A vaccine works by mimicking a natural infection. A vaccine not only induces immune response to protect people from any future COVID-19 infection, but also helps quickly build herd immunity to put an end to the pandemic. Herd immunity occurs when a sufficient percentage of a population becomes immune to a disease, making the spread of disease from person to person unlikely. The good news is that SARS-CoV-2 virus has been fairly stable, which increases the viability of a vaccine.

How many types of vaccines are there?

There are broadly four types of vaccine — one, a vaccine based on the whole virus (this could be either inactivated, or an attenuated [weakened] virus vaccine); two, a non-replicating viral vector vaccine that uses a benign virus as vector that carries the antigen of SARS-CoV; three, nucleic-acid vaccines that have genetic material like DNA and RNA of antigens like spike protein given to a person, helping human cells decode genetic material and produce the vaccine; and four, protein subunit vaccine wherein the recombinant proteins of SARS-COV-2 along with an adjuvant (booster) is given as a vaccine.

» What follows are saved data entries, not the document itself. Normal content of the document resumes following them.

import { outlineOf } from './building-outlines.ts';
import { buildingsOn } from './buildings-on.ts';
import { stacked } from './column-part.ts';
import { keyPart } from './key-plan.ts';
import { labelList, numberMarks, type ListedLine } from './label-list.ts';
import { legendPart } from './legend-part.ts';
import { listInColumn } from './list-in-column.ts';
import { lineOnGround } from './line-on-ground.ts';
import type { Mark, Measure } from './marks.ts';
import { matchesOnPaper, matchMarks } from './match-marks.ts';
import { planLabels } from './plan-labels.ts';
import { groundMarks, signMarks } from './plan-marks.ts';
import type { PlanBuilding, PlanMaterial } from './plan-material.ts';
import { frameMarks } from './plan-signs.ts';
import { listParts, mostStrained } from './plan-tables.ts';
import type { PlannedPlan, PlannedSheet } from './planned-sheets.ts';
import { noteParts } from './rows-part.ts';
import { columnMarks, columnPen, revisionPart } from './sheet-column.ts';
import { sheetsBehind } from './sheets-behind.ts';
import type { AboutSheets, Sheet } from './sheet.ts';
import { planNotes } from './sheet-notes.ts';
import { streetNameMarks } from './street-names.ts';
import { titleOfSheet } from './title-of-sheet.ts';
import { toneOfBuilding } from './tone-of-building.ts';

/** What a figure in a building of a plan means. */
function figureWords({ shows }: PlannedPlan['content']): (figure: string) => string {
  if (shows === 'settlement') return (words) => `${words} mm`;
  return (words) => `${shows === 'stage' ? 'stage' : 'category'} ${words}`;
}

function countsOf(
  { content }: PlannedPlan,
  buildings: readonly PlanBuilding[],
): Map<number, number> {
  const counts = new Map<number, number>();
  for (const building of buildings) {
    const tone = toneOfBuilding(building, content.shows);
    if (tone !== null) counts.set(tone.number, (counts.get(tone.number) ?? 0) + 1);
  }
  return counts;
}

type Drawn = {
  readonly planned: PlannedSheet;
  readonly plan: PlannedPlan;
  readonly all: readonly PlannedSheet[];
  readonly material: PlanMaterial;
  readonly about: AboutSheets;
  readonly measure: Measure;
};

function mapMarks({ planned, plan, material, about, measure }: Drawn): {
  marks: Mark[];
  lines: ListedLine[];
} {
  const { design } = about.run;
  const { frame, content } = plan;
  const line = lineOnGround(design.line);
  const matches = matchesOnPaper(frame, { line, matches: plan.matches, measure });
  const kept = matches.map(({ box }) => box);
  const labels = planLabels(frame, material, { content, design, measure, kept });
  const lines = labelList(frame, labels.listed, figureWords(content));
  const numbers = numberMarks(frame, labels, lines, measure);
  const streets = content.background
    ? streetNameMarks(frame, material.background, {
        taken: numbers.taken,
        outlines: material.buildings.map((building) => outlineOf(frame, building)),
        measure,
      })
    : [];
  const marks = [
    ...groundMarks(plan, material, { design, labels, streets }),
    ...numbers.marks,
    ...matchMarks(matches),
  ];
  return {
    lines,
    marks: [
      { kind: 'within', window: frame.window, marks },
      ...signMarks(plan, planned.layout.paper),
    ],
  };
}

const BEHIND = 'Labels without room on the plan are listed on the sheet behind this one.';

/**
 * A plan with the sheets behind it that hold the list of labels without room, and notes that found none in
 * the column.
 *
 * Units: mm. Valid: as `drawnSheets`. Source: [own].
 */
export function planSheets(drawn: Drawn): Sheet[] {
  const { planned, plan, all, material, about, measure } = drawn;
  const { layout, number } = planned;
  const pen = columnPen(layout, measure);
  const on = buildingsOn(plan.frame, material.buildings);
  const { marks, lines } = mapMarks(drawn);
  const { design, rules } = about.run;
  const list = listInColumn(pen, layout, listParts(pen, lines), BEHIND);
  const key = { line: design.line, all, number, ground: about.keyGround };
  const column = columnMarks(layout, pen, {
    always: [legendPart(pen, plan.content, countsOf(plan, on)), keyPart(pen, key)],
    asRoom: [
      stacked(noteParts(pen, planNotes(plan.content, { buildings: on, material }, about))),
      ...revisionPart(pen, about.fields),
      ...list.inColumn,
      ...mostStrained(pen, on, rules.leadingCategory.value),
    ],
    title: titleOfSheet(planned, about, ''),
  });
  const sheet = {
    name: `${about.fields.title || 'Plan'}, sheet ${number}`,
    ...{ width: layout.width, height: layout.height },
    marks: [...marks, ...frameMarks(layout.frame, layout.window, layout.column), ...column.marks],
  };
  return [sheet, ...sheetsBehind(sheet, { planned, about, pen }, list.behind(column.left))];
}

What does it take to develop a vaccine of this kind?

Vaccine development is a long, complex process. Unlike drugs that are given to people with a diseased, vaccines are given to healthy people and also vulnerable sections such as children, pregnant women and the elderly. So rigorous tests are compulsory. History says that the fastest time it took to develop a vaccine is five years, but it usually takes double or sometimes triple that time.